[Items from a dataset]

=======

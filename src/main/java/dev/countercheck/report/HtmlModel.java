package dev.countercheck.report;

import dev.countercheck.eurocode.Step;
import dev.countercheck.review.CheckResult;
import dev.countercheck.review.ClaimComparison;
import dev.countercheck.review.ElementReview;
import dev.countercheck.review.Finding;
import dev.countercheck.review.Review;
import dev.countercheck.review.Severity;
import dev.countercheck.review.Value;
import dev.countercheck.review.Verdict;

import java.util.ArrayList;
import java.util.List;
import java.util.Map;
import java.util.Optional;
import java.util.stream.IntStream;

/**
 * What {@code templates/review.ftlh} shows: the review flattened to text, with every number
 * already formatted ({@link ReportNumbers}), so the template neither formats nor decides.
 * An absent value is the empty string; the template tests it with {@code ?has_content}.
 * Enum values travel as their JSON labels. Anchors are positional ({@code e2}, {@code e2-c3})
 * because element and check ids may hold any character.
 *
 * <p>Public only because the template engine reads public members of public classes; it is the
 * template's view, not an API: build reports with {@link HtmlReportWriter}.
 */
public record HtmlModel(Header header, List<Count> verdictCounts, List<Count> severityCounts, List<String> assumptions,
                 List<FindingRow> register, List<ElementView> elements) {

    public record Header(String title, String reference, String revision, String preparedBy, String submissionDate,
                  String file, String sha256, String rulesetId, String rulesetTitle, String rulesetSha256,
                  List<String> rulesetFiles, String toolName, String toolVersion, String reviewDate,
                  String verdict, int elementCount) {
    }

    public record Count(String label, int count) {
    }

    public record FindingRow(String id, String elementId, String elementAnchor, String severity, String check,
                      String checkAnchor, String basis, String message) {
    }

    public record ElementView(String anchor, String id, String type, String description, String verdict,
                       List<CheckView> checks, List<FindingRow> findings, List<String> cautions) {
    }

    public record CheckView(String anchor, String id, String title, String basis, String status, String utilisation,
                     String reason, List<QuantityView> quantities, List<StepView> trace) {
    }

    /** A computed quantity, with the designer's claim beside it when there is one. */
    public record QuantityView(String name, String value, String unit, String claimed, String difference,
                        String claimVerdict) {
    }

    public record StepView(String symbol, String formula, String substituted, String value, String unit, String clause,
                    String remark) {
    }

    static HtmlModel of(Review review) {
        List<ElementView> elements = IntStream.range(0, review.elements().size())
                .mapToObj(i -> element(review.elements().get(i), "e" + (i + 1)))
                .toList();
        List<FindingRow> register = elements.stream().flatMap(e -> e.findings().stream()).toList();
        return new HtmlModel(header(review), verdictCounts(review.summary()), severityCounts(review.summary()),
                review.assumptions(), register, elements);
    }

    private static Header header(Review review) {
        Review.SubmissionInfo s = review.submission();
        Review.RulesetInfo r = review.ruleset();
        return new Header(text(s.title()), text(s.reference()), text(s.revision()), text(s.preparedBy()),
                text(s.date()), s.file(), s.sha256(), r.id(), r.title(), r.sha256(), r.files(),
                review.tool().name(), review.tool().version(), review.reviewDate(), review.verdict().label(),
                review.summary().elements());
    }

    private static List<Count> verdictCounts(Review.Summary summary) {
        return List.of(Verdict.values()).stream()
                .map(v -> new Count(v.label(), summary.verdicts().getOrDefault(v, 0)))
                .toList();
    }

    private static List<Count> severityCounts(Review.Summary summary) {
        return List.of(Severity.values()).stream()
                .map(s -> new Count(s.label(), summary.findings().getOrDefault(s, 0)))
                .toList();
    }

    private static ElementView element(ElementReview element, String anchor) {
        List<CheckView> checks = IntStream.range(0, element.checks().size())
                .mapToObj(i -> check(element.checks().get(i), anchor + "-c" + (i + 1)))
                .toList();
        List<FindingRow> findings = element.findings().stream()
                .map(f -> findingRow(f, element.id(), anchor, checks))
                .toList();
        return new ElementView(anchor, element.id(), element.type(), element.description(),
                element.verdict().label(), checks, findings, element.cautions());
    }

    private static FindingRow findingRow(Finding finding, String elementId, String elementAnchor,
                                         List<CheckView> checks) {
        String checkAnchor = checks.stream()
                .filter(c -> c.id().equals(finding.check()))
                .map(CheckView::anchor)
                .findFirst()
                .orElse("");
        return new FindingRow(finding.id(), elementId, elementAnchor, finding.severity().label(), finding.check(),
                checkAnchor, finding.basis(), finding.message());
    }

    private static CheckView check(CheckResult check, String anchor) {
        String utilisation = check.utilisation().isPresent()
                ? ReportNumbers.ratioText(check.utilisation().getAsDouble())
                : "";
        return new CheckView(anchor, check.id(), check.title(), check.basis(), check.status().label(),
                utilisation, text(check.reason()), quantities(check),
                check.trace().stream().map(HtmlModel::step).toList());
    }

    /**
     * The computed values in their order, each with its claim; then any claim whose quantity is not
     * among the values (shown with the computed value the claim carries, unit unknown).
     */
    private static List<QuantityView> quantities(CheckResult check) {
        List<QuantityView> rows = new ArrayList<>();
        for (Map.Entry<String, Value> entry : check.values().entrySet()) {
            Value value = entry.getValue();
            Optional<ClaimComparison> claim = claimFor(check, entry.getKey());
            rows.add(quantity(entry.getKey(), ReportNumbers.quantityText(value.value()), value.unit(), claim));
        }
        check.claims().stream()
                .filter(c -> !check.values().containsKey(c.quantity()))
                .forEach(c -> rows.add(quantity(c.quantity(), ReportNumbers.quantityText(c.computed()), "",
                        Optional.of(c))));
        return rows;
    }

    private static Optional<ClaimComparison> claimFor(CheckResult check, String quantity) {
        return check.claims().stream().filter(c -> c.quantity().equals(quantity)).findFirst();
    }

    private static QuantityView quantity(String name, String value, String unit, Optional<ClaimComparison> claim) {
        return new QuantityView(name, value, unit,
                claim.map(c -> ReportNumbers.claimedText(c.claimed())).orElse(""),
                claim.map(c -> ReportNumbers.percentText(c.difference())).orElse(""),
                claim.map(c -> c.verdict().label()).orElse(""));
    }

    private static StepView step(Step step) {
        return new StepView(step.symbol(), step.formula(), step.substituted(), ReportNumbers.quantityText(step.value()),
                step.unit(), step.clause(), text(step.remark()));
    }

    private static String text(Optional<String> optional) {
        return optional.orElse("");
    }
}
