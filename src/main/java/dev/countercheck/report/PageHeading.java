package dev.countercheck.report;

import dev.countercheck.review.Review;

import java.util.ArrayList;
import java.util.List;

/**
 * The running head of every printed page (project, reference, revision) as a CSS string for the
 * {@code @page} margin boxes. Submitted text reaches the stylesheet only through {@link #quote}:
 * every character but ASCII letters, digits and spaces becomes a CSS escape, so nothing in a title
 * can end the string, the rule or the style element.
 */
final class PageHeading {

    private PageHeading() {
    }

    static String css(Review review) {
        Review.SubmissionInfo s = review.submission();
        List<String> parts = new ArrayList<>();
        parts.add(s.title().orElse(s.file()));
        s.reference().ifPresent(parts::add);
        s.revision().ifPresent(r -> parts.add("rev. " + r));
        return quote(String.join(" · ", parts));
    }

    /** {@code text} as a double-quoted CSS string: {@code a"b → "a\22 b"}. */
    static String quote(String text) {
        StringBuilder out = new StringBuilder("\"");
        text.codePoints().forEach(c -> {
            boolean plain = (c >= 'a' && c <= 'z') || (c >= 'A' && c <= 'Z') || (c >= '0' && c <= '9') || c == ' ';
            if (plain) {
                out.appendCodePoint(c);
            } else {
                out.append('\\').append(Integer.toHexString(c)).append(' ');
            }
        });
        return out.append('"').toString();
    }
}
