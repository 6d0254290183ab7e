package dev.countercheck.report;

import java.io.IOException;
import java.nio.ByteBuffer;
import java.nio.channels.FileChannel;
import java.nio.charset.StandardCharsets;
import java.nio.file.AtomicMoveNotSupportedException;
import java.nio.file.Files;
import java.nio.file.Path;
import java.nio.file.StandardCopyOption;
import java.nio.file.StandardOpenOption;
import java.util.UUID;

/** Writes report files so that a reader never sees a half-written one. */
public final class ReportFiles {

    private ReportFiles() {
    }

    /**
     * Writes {@code content} as UTF-8 to {@code target}, replacing it if it exists. The text goes
     * first to a hidden temporary file in the same folder, is forced to disk, and is then renamed
     * onto the target in one atomic step; where the file system cannot rename atomically, it is
     * moved with replace. The folder is created when missing. On failure the temporary file is
     * removed and the target is left as it was.
     *
     * <p>The temporary file is created like any new file (permissions from the umask), not with
     * the owner-only permissions of {@link Files#createTempFile}, so the report stays readable
     * by whoever could read the folder's other files.
     *
     * @throws IOException when the folder cannot be written or the move fails
     */
    public static void writeAtomically(Path target, String content) throws IOException {
        writeAtomically(target, content.getBytes(StandardCharsets.UTF_8));
    }

    /** As {@link #writeAtomically(Path, String)}, for bytes (a PDF). */
    public static void writeAtomically(Path target, byte[] content) throws IOException {
        Path absolute = target.toAbsolutePath();
        Path folder = absolute.getParent();
        Files.createDirectories(folder);
        Path temporary = folder.resolve("." + absolute.getFileName() + "." + UUID.randomUUID() + ".tmp");
        try {
            write(temporary, content);
            move(temporary, absolute);
        } finally {
            Files.deleteIfExists(temporary);
        }
    }

    static void write(Path file, byte[] content) throws IOException {
        try (FileChannel channel = FileChannel.open(file, StandardOpenOption.CREATE_NEW, StandardOpenOption.WRITE)) {
            ByteBuffer bytes = ByteBuffer.wrap(content);
            while (bytes.hasRemaining()) {
                channel.write(bytes);
            }
            channel.force(true);
        }
    }

    static void move(Path from, Path to) throws IOException {
        try {
            Files.move(from, to, StandardCopyOption.ATOMIC_MOVE);
        } catch (AtomicMoveNotSupportedException e) {
            Files.move(from, to, StandardCopyOption.REPLACE_EXISTING);
        }
    }
}
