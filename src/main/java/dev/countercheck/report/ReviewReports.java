package dev.countercheck.report;

import dev.countercheck.review.Review;
import dev.countercheck.round.ReviewRound;

import java.util.List;
import java.util.Optional;

/**
 * The reports of one reviewed submission, joined to its {@link OutputSet}: the JSON result and the
 * HTML report, each written straight into its temporary file when the set is committed (the JSON
 * element by element, the HTML as the template runs; a large project's HTML on several pages, see
 * {@link Paging}), and, when asked for, the PDF. The PDF is laid out once from the report as one
 * HTML page; for a report of one page, that very text is also the HTML file.
 */
public final class ReviewReports {

    private ReviewReports() {
    }

    /**
     * Adds the reports of {@code review} in {@code round} to {@code set}.
     *
     * @param pdf the PDF's file name, when a PDF is wanted
     * @return the names of the HTML files beyond {@code html} (the parts of a large project's report)
     */
    public static List<String> addTo(OutputSet set, Review review, ReviewRound round, String json, String html,
                                     Optional<String> pdf) {
        set.addText(json, out -> new JsonResultWriter().write(review, out));
        List<HtmlReportWriter.Page> pages = new HtmlReportWriter().pages(review, round, html);
        if (pdf.isPresent() && pages.size() == 1) {
            String page = new HtmlReportWriter().write(review, round);
            set.add(html, page);
            set.add(pdf.get(), out -> new PdfReportWriter().render(page, review, out));
            return List.of();
        }
        pages.forEach(p -> set.addText(p.fileName(), p.content()));
        pdf.ifPresent(name -> set.add(name,
                out -> new PdfReportWriter().render(new HtmlReportWriter().write(review, round), review, out)));
        return pages.stream().skip(1).map(HtmlReportWriter.Page::fileName).toList();
    }
}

=======

#### [Task]
Search the records for the string "values" and return every line in which it occurs.

#### [Task answer]
 * Enum values travel as their JSON labels. Anchors are positional ({@code e2}, {@code e2-c3})
        return List.of(Verdict.values()).stream()
        return List.of(Severity.values()).stream()
     * The computed values in their order, each with its claim; then any claim whose quantity is not
     * among the values (shown with the computed value the claim carries, unit unknown).
        for (Map.Entry<String, Value> entry : check.values().entrySet()) {
                .filter(c -> !check.values().containsKey(c.quantity()))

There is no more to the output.